Thanks to Anonymous who linked to this Politico piece which seems to answer the questions raised yesterday about the Wildfire Commission Report link.
Agriculture Department employees have been ordered to delete landing pages discussing climate change across agency websites and document climate change references for further review, according to an internal email obtained by POLITICO.
The directive from USDA’s office of communications, whose authenticity was validated by three people, could affect information across dozens of programs including climate-smart agriculture initiatives, USDA climate hubs and Forest Service information regarding wildfires, the frequency and severity of which scientists have linked to hotter, drier conditions fueled by climate change. And it is reminiscent of moves made during the first Trump administration to remove references to climate change from federal government websites.
The email sent Thursday afternoon calls on website managers to “Identify and archive or unpublish any landing pages focused on climate change” and “Identify all web content related to climate change and document it in a spreadsheet” for the office to review. It set a Friday deadline for handing over titles, links and “your recommendation on how the content should be handled.”
Interesting that Politico did not post the actual leaked memo.
First, we have to imagine that both the leaker and Politico are being accurate. So I guess we have to trust both of them on this, for now. Stories and reality will be changing by the day, the week and the month.
As reported, the email talks about “landing pages” and not all pages.
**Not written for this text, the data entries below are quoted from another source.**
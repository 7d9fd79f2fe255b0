using CsCheck;
using StreamLogit.Engine.Records;
using StreamLogit.Pipeline.Files;

namespace StreamLogit.Pipeline.Tests.Files;

public sealed class LineCutterTests
{
    [Theory]
    [InlineData("", new string[0])]
    [InlineData("a", new[] { "a" })]
    [InlineData("a\n", new[] { "a" })]
    [InlineData("a\nb", new[] { "a", "b" })]
    [InlineData("a\r\nb\r\n", new[] { "a", "b" })]
    [InlineData("a\r", new[] { "a" })]
    [InlineData("a\rb\r\r\n", new[] { "a\rb\r" })]
    [InlineData("a\n\nb\n", new[] { "a", "", "b" })]
    [InlineData("\na", new[] { "", "a" })]
    [InlineData("a\n\n", new[] { "a" })]
    [InlineData("a\r\n\r\n", new[] { "a" })]
    [InlineData("a\n\n\n", new[] { "a", "" })]
    [InlineData("a\n ", new[] { "a", " " })]
    [InlineData("a\0b\n\xff\xfe\n", new[] { "a\0b", "\xff\xfe" })]
    public void Cut_Lines_GivesRecordsWithTheirNumbers(string text, string[] records)
    {
        for (int piece = 1; piece <= 4; piece++)
        {
            Assert.Equal(
                records.Select((record, i) => new TakenRecord(record, i + 1)),
                Cutting.Cut(new LineCutter(100), text, piece));
        }
    }

    [Theory]
    [InlineData("1234567890\nb", null)]
    [InlineData("1234567890\r\nb", null)]
    [InlineData("12345678901\nb", "11 bytes; at most 10 are allowed")]
    [InlineData("12345678901234567890123456789\nb", "29 bytes; at most 10 are allowed")]
    public void Cut_LongLine_IsARejectWithItsFirstBytes(string text, string? detail)
    {
        var reason = detail is null ? RejectReason.None : RejectReason.TooLong;
        for (int piece = 1; piece <= text.Length; piece++)
        {
            Assert.Equal(
                [new TakenRecord("1234567890", 1, reason, detail), new TakenRecord("b", 2)],
                Cutting.Cut(new LineCutter(10), text, piece));
        }
    }

    [Fact]
    public void Cut_LongLineAtTheEndOfTheFile_IsAReject()
    {
        for (int piece = 1; piece <= 30; piece++)
        {
            Assert.Equal(
                [new TakenRecord("a", 1), new TakenRecord("xxxxxxxxxx", 2, RejectReason.TooLong, "25 bytes; at most 10 are allowed")],
                Cutting.Cut(new LineCutter(10), "a\n" + new string('x', 25), piece));
        }
    }

    [Fact]
    public void Cut_AnyBytesInAnyPieces_GivesWhatSplittingTheWholeGives()
    {
        const int Maximum = 8;
        var text = Gen.Char["ab\n\n\r"].Array[0, 60].Select(characters => new string(characters));
        Gen.Select(text, Gen.Int[1, 20]).Sample((text, piece) =>
        {
            var lines = text.Split('\n').Select(line => line.EndsWith('\r') ? line[..^1] : line).ToList();
            // What stands behind the last line feed is a line only if there is something; and one empty line at the end is none.
            if (text.Length == 0 || text[^1] == '\n') lines.RemoveAt(lines.Count - 1);
            if (lines is [.., ""]) lines.RemoveAt(lines.Count - 1);

            var taken = Cutting.Cut(new LineCutter(Maximum), text, piece);

            Assert.Equal(lines.Select(line => line[..Math.Min(line.Length, Maximum)]), taken.Select(record => record.Text));
            Assert.Equal(lines.Select(line => line.Length > Maximum), taken.Select(record => record.Reason == RejectReason.TooLong));
            Assert.Equal(Enumerable.Range(1, lines.Count).Select(line => (long)line), taken.Select(record => record.Number));
        }, seed: "0000000000000");
    }
}
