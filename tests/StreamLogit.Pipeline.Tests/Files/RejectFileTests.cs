using StreamLogit.Pipeline.Files;
using StreamLogit.Pipeline.Options;

namespace StreamLogit.Pipeline.Tests.Files;

public sealed class RejectFileTests : FileSinkContract
{
    private protected override IScoreSink Open(string path) => new RejectFile(new FileOutputOptions(path));

    [Fact]
    public void Write_Batch_OneLineAReject()
    {
        using var sink = Open();
        sink.Start(null);
        var batch = ScoredBatch.Create(1, 5);
        string detail = batch.Records.Records[1].Detail!;
        batch.WriteTo(sink);

        Assert.Equal("rejects", sink.Name);
        Assert.Equal(
            $$"""
            {"position":"quay.jsonl:2","reason":"not-json","detail":"{{detail}}","record":"{\"id\":"}
            {"position":"quay.jsonl:5","reason":"not-json","detail":"{{detail}}","record":"{\"id\":"}

            """,
            File.ReadAllText(OutPath));
    }
}
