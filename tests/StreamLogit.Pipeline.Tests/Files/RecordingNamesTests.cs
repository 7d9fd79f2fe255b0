using StreamLogit.Pipeline.Files;
using StreamLogit.Pipeline.Options;

namespace StreamLogit.Pipeline.Tests.Files;

public sealed class RecordingNamesTests : IDisposable
{
    private readonly TemporaryFolder _folder = new();

    public RecordingNamesTests()
    {
        foreach (string name in (string[])["b.jsonl", "a.csv.gz", "B.jsonl.zst", "c.parquet", "notes.txt", ".hidden.jsonl"]) _folder.Write(name, "");
    }

    public void Dispose() => _folder.Dispose();

    private List<(string, RecordingFormat)> Find(string name, RecordingFormat format = RecordingFormat.ByName) =>
        [.. RecordingNames.Find(new FileSourceOptions(_folder[name], format)).Select(found => (Path.GetFileName(found.Path), found.Format))];

    [Theory]
    [InlineData("")]
    [InlineData("./")]
    public void Find_Folder_IsItsRecordingsInTheOrderOfTheirNames(string name) => Assert.Equal(
        [
            ("B.jsonl.zst", RecordingFormat.JsonLines), ("a.csv.gz", RecordingFormat.Csv), ("b.jsonl", RecordingFormat.JsonLines),
            ("c.parquet", RecordingFormat.Parquet),
        ],
        Find(name));

    [Fact]
    public void Find_Pattern_IsWhatFits()
    {
        Assert.Equal([("B.jsonl.zst", RecordingFormat.JsonLines), ("b.jsonl", RecordingFormat.JsonLines)], Find("?.jsonl*"));
        Assert.Equal([("notes.txt", RecordingFormat.Csv)], Find("n*", RecordingFormat.Csv));
    }

    [Theory]
    [InlineData("x*.jsonl", "No file is there whose name fits ")]
    [InlineData("none/", "The folder ")]
    [InlineData("n*", "The name ")]
    [InlineData("none/*.jsonl", "The folder ")]
    public void Find_Nothing_Throws(string name, string message)
    {
        var error = Assert.Throws<InvalidRecordingException>(() => Find(name));
        Assert.StartsWith(message, error.Message, StringComparison.Ordinal);
    }

    [Theory]
    [InlineData("a.JSONL.GZ", RecordingFormat.JsonLines)]
    [InlineData("a.ndjson.zst", RecordingFormat.JsonLines)]
    [InlineData("a.csv", RecordingFormat.Csv)]
    [InlineData("a.Parquet", RecordingFormat.Parquet)]
    [InlineData("a.parquet.gz", null)]
    [InlineData("a.gz", null)]
    [InlineData("jsonl", null)]
    public void OfName_Ending_TellsTheFormat(string name, RecordingFormat? format) => Assert.Equal(format, RecordingFormats.OfName(name));
}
Which would explain why we can go to any USDA agency, search on climate change, and find many links. Then it says “identify all web content related to climate change and document it in a spreadsheet for the office to review.” So let’s imagine ourselves tasked with this. Since folks had to claim some relationship to climate change to get funding, there is a climate mention in probably all the programmatic documents and many of the administrative ones (at least for grants, and many positions). They are going to put thousands (or millions?) of documents in a spreadsheet by Friday?
What is likely to happen, based on my experience, is that agency/Department career folks will come back and say “here is a sample, is this what you really want?” and the criteria will be refined. Perhaps this refinement will also be leaked, so we can keep up with it?
But I don’t know. So maybe the thing to do is wait and see what happens. If we believe the email has been correctly leaked and reported , and if the Wildland Fire Report was taken down intentionally, then the agency is not following the email. So that’s confusing.
For those of you who haven’t observed this, there’s a thing that happens – particularly in R Admins because most federal employees are Ds. It’s what I call “intentional overreaction.” What happens is that new politicals will send an email or otherwise order agencies to do something. Some people in some agencies overreact (it’s always fun to watch how a Department will send a memo and see how different agencies react or overreact) and shut down things beyond what the memo actually calls for. Sometimes the employees then contact cooperative media outlets and then media outlets interview affected people, but we never get to see the actual memo.
So this climate change memo at USDA is interesting, because we actually have the memo (if we trust leakers and reporters) and can compare it to any actions.
Since the 90’s or so, anything technical we wrote at the FS had to have some reference to climate change, just to assure people we had considered it and were not asleep at the scientific wheel. Since the IRA megabucks were supposedly directed at climate action, then anyone who wanted bucks would definitely make some kind of climate connection, even if it was a stretch. Here’s a fairly stretchy example but probably not unusual.
This one’s actually an EPA grant for $20 mill for a “climate-focused” grant for a community center.
A new community center intended to be a hub for southwest Denver is set to bring food stalls, a coffee shop and sweeping mountain views to the Loretto Heights campus by 2026 — with help from a recent $20 million federal grant.
Loretto Heights, a former college campus known for its sandstone clocktower, is under a major redevelopment after Westside Investment Partners purchased the campus for $15.8 million in 2018.
The new community center, which will be operated by a nonprofit group called Commún, will also offer a wide swath of services, including a donation-based grocery store, a child care center and a community market.
“Think of a food hall,” said Margaret Brugger, executive director of the nonprofit. “It’s lively, there’s coffee, you can get a meal and it has beautiful views. So who wants to come there? Everybody that feels like they belong.”
While the Loretto Heights Community Center will provide some services for lower-income residents, it’s intended to be a space for anyone in the community to connect with their neighbors, Brugger said.
The $20 million grant was awarded by the Environmental Protection Agency in a climate-focused program. It will only partially fund the remodeling of the 1950s-era building known as Machebeuf Hall — a 45,000 square feet structure that formerly operated as a cafeteria. The full project’s budget is $41 million, with other funding coming from the Colorado Trust, the Gates Foundation, the Sisters of Loretto and some government tax credits.
My point being that climate is everywhere, whether or not landing pages are taken down.